**TASK DETAILS**
Would you return the lines between the one holding "def _per_site_lines(res: ReplayResult)" and the one holding "unwatched = sum(n.site", inclusive, and only those, exactly as they stand in the listing below?

**DATA SUPPLIED**

————————

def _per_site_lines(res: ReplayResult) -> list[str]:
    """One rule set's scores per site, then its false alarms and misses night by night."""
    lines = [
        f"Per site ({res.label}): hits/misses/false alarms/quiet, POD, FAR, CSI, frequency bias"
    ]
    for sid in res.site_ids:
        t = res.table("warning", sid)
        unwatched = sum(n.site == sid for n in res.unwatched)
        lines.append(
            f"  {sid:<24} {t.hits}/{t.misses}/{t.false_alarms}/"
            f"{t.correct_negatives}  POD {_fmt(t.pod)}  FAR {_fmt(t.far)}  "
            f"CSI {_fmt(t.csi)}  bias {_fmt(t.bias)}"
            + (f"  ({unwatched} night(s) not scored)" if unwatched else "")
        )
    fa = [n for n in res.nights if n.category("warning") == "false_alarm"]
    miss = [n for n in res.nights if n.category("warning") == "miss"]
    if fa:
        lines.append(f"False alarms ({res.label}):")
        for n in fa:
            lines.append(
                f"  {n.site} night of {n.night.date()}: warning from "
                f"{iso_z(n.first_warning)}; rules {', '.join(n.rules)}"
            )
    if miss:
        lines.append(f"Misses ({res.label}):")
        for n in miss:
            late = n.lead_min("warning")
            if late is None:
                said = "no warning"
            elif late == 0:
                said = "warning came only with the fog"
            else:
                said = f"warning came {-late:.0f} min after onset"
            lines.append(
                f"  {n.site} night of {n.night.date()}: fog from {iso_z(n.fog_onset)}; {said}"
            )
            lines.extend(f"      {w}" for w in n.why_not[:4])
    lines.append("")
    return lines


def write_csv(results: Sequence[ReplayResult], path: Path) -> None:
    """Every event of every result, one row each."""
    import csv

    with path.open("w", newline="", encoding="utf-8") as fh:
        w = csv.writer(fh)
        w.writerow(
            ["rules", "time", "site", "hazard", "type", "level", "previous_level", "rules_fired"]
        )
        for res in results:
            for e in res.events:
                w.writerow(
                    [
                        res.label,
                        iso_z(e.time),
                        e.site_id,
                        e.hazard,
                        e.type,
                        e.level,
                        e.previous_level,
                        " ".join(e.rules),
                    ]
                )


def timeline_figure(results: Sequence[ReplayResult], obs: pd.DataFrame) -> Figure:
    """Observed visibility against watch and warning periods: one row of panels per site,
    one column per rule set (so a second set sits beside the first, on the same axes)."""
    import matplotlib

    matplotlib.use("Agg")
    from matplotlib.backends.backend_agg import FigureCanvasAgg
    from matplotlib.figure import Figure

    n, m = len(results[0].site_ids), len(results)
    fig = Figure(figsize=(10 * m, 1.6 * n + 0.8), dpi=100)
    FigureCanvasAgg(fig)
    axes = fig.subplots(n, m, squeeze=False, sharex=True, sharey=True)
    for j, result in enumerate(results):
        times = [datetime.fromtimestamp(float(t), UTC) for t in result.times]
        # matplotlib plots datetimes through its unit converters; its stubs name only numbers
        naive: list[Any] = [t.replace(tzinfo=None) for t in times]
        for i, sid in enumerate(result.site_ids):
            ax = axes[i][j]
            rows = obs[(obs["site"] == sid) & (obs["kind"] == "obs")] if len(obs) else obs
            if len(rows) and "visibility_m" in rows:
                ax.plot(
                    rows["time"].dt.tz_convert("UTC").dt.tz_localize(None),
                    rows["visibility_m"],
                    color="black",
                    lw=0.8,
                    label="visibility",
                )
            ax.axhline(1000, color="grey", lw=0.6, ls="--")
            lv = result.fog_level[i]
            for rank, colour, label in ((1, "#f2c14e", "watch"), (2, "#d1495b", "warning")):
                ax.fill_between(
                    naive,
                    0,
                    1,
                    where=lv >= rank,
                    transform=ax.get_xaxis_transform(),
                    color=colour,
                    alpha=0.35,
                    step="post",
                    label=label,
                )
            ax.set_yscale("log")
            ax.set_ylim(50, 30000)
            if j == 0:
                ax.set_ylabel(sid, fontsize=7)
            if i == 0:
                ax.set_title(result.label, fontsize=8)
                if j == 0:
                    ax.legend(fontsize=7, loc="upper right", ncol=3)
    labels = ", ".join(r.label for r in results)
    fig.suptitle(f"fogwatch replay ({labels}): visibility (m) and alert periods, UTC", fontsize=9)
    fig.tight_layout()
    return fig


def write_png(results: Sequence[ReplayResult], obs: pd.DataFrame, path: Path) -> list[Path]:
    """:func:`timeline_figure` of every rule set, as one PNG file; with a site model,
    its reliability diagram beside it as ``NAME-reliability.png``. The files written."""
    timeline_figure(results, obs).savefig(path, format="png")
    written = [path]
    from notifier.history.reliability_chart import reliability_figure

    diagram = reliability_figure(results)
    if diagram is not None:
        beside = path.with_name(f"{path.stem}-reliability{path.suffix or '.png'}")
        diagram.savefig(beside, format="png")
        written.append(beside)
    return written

————————

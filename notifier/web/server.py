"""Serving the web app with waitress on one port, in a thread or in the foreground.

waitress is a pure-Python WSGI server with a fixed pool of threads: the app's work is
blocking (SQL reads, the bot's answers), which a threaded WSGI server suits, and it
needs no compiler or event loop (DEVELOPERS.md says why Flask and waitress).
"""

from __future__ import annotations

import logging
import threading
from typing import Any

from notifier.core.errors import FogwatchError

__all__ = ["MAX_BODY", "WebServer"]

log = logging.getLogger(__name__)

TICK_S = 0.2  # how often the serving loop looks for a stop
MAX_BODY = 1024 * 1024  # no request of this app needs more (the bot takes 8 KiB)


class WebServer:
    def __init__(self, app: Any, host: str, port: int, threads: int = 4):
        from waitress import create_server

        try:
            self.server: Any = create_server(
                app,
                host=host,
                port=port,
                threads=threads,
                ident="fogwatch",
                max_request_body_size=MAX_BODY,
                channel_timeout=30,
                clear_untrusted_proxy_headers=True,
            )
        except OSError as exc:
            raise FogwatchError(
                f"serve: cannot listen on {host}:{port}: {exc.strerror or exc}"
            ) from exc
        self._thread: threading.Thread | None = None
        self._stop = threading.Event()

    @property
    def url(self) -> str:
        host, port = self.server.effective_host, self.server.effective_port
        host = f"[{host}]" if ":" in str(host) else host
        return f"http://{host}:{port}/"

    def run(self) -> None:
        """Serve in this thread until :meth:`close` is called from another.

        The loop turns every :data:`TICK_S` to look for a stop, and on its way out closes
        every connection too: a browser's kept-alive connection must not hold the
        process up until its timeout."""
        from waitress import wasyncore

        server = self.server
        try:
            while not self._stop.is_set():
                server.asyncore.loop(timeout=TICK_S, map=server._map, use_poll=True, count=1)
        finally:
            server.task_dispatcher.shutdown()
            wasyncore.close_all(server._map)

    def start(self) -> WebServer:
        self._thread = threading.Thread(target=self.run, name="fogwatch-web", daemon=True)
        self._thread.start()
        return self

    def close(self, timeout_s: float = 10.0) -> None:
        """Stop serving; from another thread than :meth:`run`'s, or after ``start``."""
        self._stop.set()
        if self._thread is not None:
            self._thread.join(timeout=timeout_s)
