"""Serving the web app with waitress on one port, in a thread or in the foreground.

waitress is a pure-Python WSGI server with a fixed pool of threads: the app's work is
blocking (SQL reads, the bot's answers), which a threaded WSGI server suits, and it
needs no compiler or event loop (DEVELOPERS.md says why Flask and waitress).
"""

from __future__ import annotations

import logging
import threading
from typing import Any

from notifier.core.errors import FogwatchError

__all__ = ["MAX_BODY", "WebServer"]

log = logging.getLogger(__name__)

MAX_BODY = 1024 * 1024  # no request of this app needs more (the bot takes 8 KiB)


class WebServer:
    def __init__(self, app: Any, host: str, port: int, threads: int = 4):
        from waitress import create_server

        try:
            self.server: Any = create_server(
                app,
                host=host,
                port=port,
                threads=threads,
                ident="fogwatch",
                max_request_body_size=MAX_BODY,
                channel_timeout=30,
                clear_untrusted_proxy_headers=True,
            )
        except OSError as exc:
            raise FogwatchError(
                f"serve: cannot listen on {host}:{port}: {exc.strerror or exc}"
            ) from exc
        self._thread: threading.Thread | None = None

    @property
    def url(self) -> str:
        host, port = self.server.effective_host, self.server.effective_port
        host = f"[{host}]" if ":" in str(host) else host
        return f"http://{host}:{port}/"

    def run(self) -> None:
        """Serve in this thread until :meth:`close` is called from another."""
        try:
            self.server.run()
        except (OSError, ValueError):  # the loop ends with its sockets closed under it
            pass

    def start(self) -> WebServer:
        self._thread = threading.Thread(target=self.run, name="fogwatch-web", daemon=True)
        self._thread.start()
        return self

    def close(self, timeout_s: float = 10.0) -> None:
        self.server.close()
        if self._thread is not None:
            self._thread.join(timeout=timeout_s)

————————

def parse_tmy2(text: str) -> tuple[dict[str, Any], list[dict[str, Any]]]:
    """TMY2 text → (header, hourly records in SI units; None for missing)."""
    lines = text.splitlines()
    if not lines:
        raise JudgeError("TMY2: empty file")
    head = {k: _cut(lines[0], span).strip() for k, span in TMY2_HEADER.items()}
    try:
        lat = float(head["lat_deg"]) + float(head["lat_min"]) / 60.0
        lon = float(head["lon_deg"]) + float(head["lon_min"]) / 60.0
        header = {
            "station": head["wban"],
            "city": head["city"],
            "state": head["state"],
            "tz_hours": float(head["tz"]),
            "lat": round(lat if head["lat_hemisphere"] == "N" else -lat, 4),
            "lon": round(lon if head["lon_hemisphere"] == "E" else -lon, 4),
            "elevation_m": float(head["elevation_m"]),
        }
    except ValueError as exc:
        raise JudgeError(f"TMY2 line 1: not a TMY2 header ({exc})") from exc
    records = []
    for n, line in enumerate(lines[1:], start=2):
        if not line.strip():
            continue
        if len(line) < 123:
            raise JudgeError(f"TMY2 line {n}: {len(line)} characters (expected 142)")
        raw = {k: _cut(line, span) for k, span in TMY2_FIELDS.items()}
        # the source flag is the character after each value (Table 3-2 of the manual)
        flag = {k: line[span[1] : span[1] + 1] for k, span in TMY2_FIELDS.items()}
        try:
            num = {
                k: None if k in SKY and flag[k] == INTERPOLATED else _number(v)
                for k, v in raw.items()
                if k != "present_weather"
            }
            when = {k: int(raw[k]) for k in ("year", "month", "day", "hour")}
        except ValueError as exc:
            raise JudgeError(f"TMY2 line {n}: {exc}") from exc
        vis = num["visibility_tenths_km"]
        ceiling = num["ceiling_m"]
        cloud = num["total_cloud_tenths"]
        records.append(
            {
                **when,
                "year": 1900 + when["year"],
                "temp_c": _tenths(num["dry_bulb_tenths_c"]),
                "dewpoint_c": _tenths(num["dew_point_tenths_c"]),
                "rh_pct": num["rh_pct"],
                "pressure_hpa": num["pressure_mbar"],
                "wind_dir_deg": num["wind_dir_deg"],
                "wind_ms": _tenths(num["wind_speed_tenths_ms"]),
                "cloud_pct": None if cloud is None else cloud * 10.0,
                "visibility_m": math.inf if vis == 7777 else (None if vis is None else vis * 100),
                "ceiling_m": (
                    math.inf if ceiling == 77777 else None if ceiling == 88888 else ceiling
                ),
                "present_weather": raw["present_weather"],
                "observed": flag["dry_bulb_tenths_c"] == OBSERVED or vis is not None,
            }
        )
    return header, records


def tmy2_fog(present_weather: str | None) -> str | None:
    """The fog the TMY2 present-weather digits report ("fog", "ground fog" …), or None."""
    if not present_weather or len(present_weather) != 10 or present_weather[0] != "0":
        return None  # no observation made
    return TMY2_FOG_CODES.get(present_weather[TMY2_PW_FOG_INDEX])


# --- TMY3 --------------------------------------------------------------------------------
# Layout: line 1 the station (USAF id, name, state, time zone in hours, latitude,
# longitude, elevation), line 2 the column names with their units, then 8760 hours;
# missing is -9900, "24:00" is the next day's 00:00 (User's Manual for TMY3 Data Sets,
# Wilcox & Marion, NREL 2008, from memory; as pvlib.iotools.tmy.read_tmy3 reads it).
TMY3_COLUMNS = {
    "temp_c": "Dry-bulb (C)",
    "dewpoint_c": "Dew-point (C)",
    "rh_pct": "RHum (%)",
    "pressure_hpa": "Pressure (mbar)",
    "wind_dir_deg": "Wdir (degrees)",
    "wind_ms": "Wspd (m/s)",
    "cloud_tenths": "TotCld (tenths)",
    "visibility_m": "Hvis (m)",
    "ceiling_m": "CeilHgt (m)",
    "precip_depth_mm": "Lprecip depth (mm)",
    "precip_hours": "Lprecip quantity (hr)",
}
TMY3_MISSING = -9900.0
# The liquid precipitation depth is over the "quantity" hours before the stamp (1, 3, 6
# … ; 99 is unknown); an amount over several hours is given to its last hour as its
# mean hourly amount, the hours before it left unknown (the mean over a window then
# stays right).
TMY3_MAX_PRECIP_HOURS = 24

————————

**OUTPUT OF THE EXERCISE**
def _per_site_lines(res: ReplayResult) -> list[str]:
    """One rule set's scores per site, then its false alarms and misses night by night."""
    lines = [
        f"Per site ({res.label}): hits/misses/false alarms/quiet, POD, FAR, CSI, frequency bias"
    ]
    for sid in res.site_ids:
        t = res.table("warning", sid)
        unwatched = sum(n.site == sid for n in res.unwatched)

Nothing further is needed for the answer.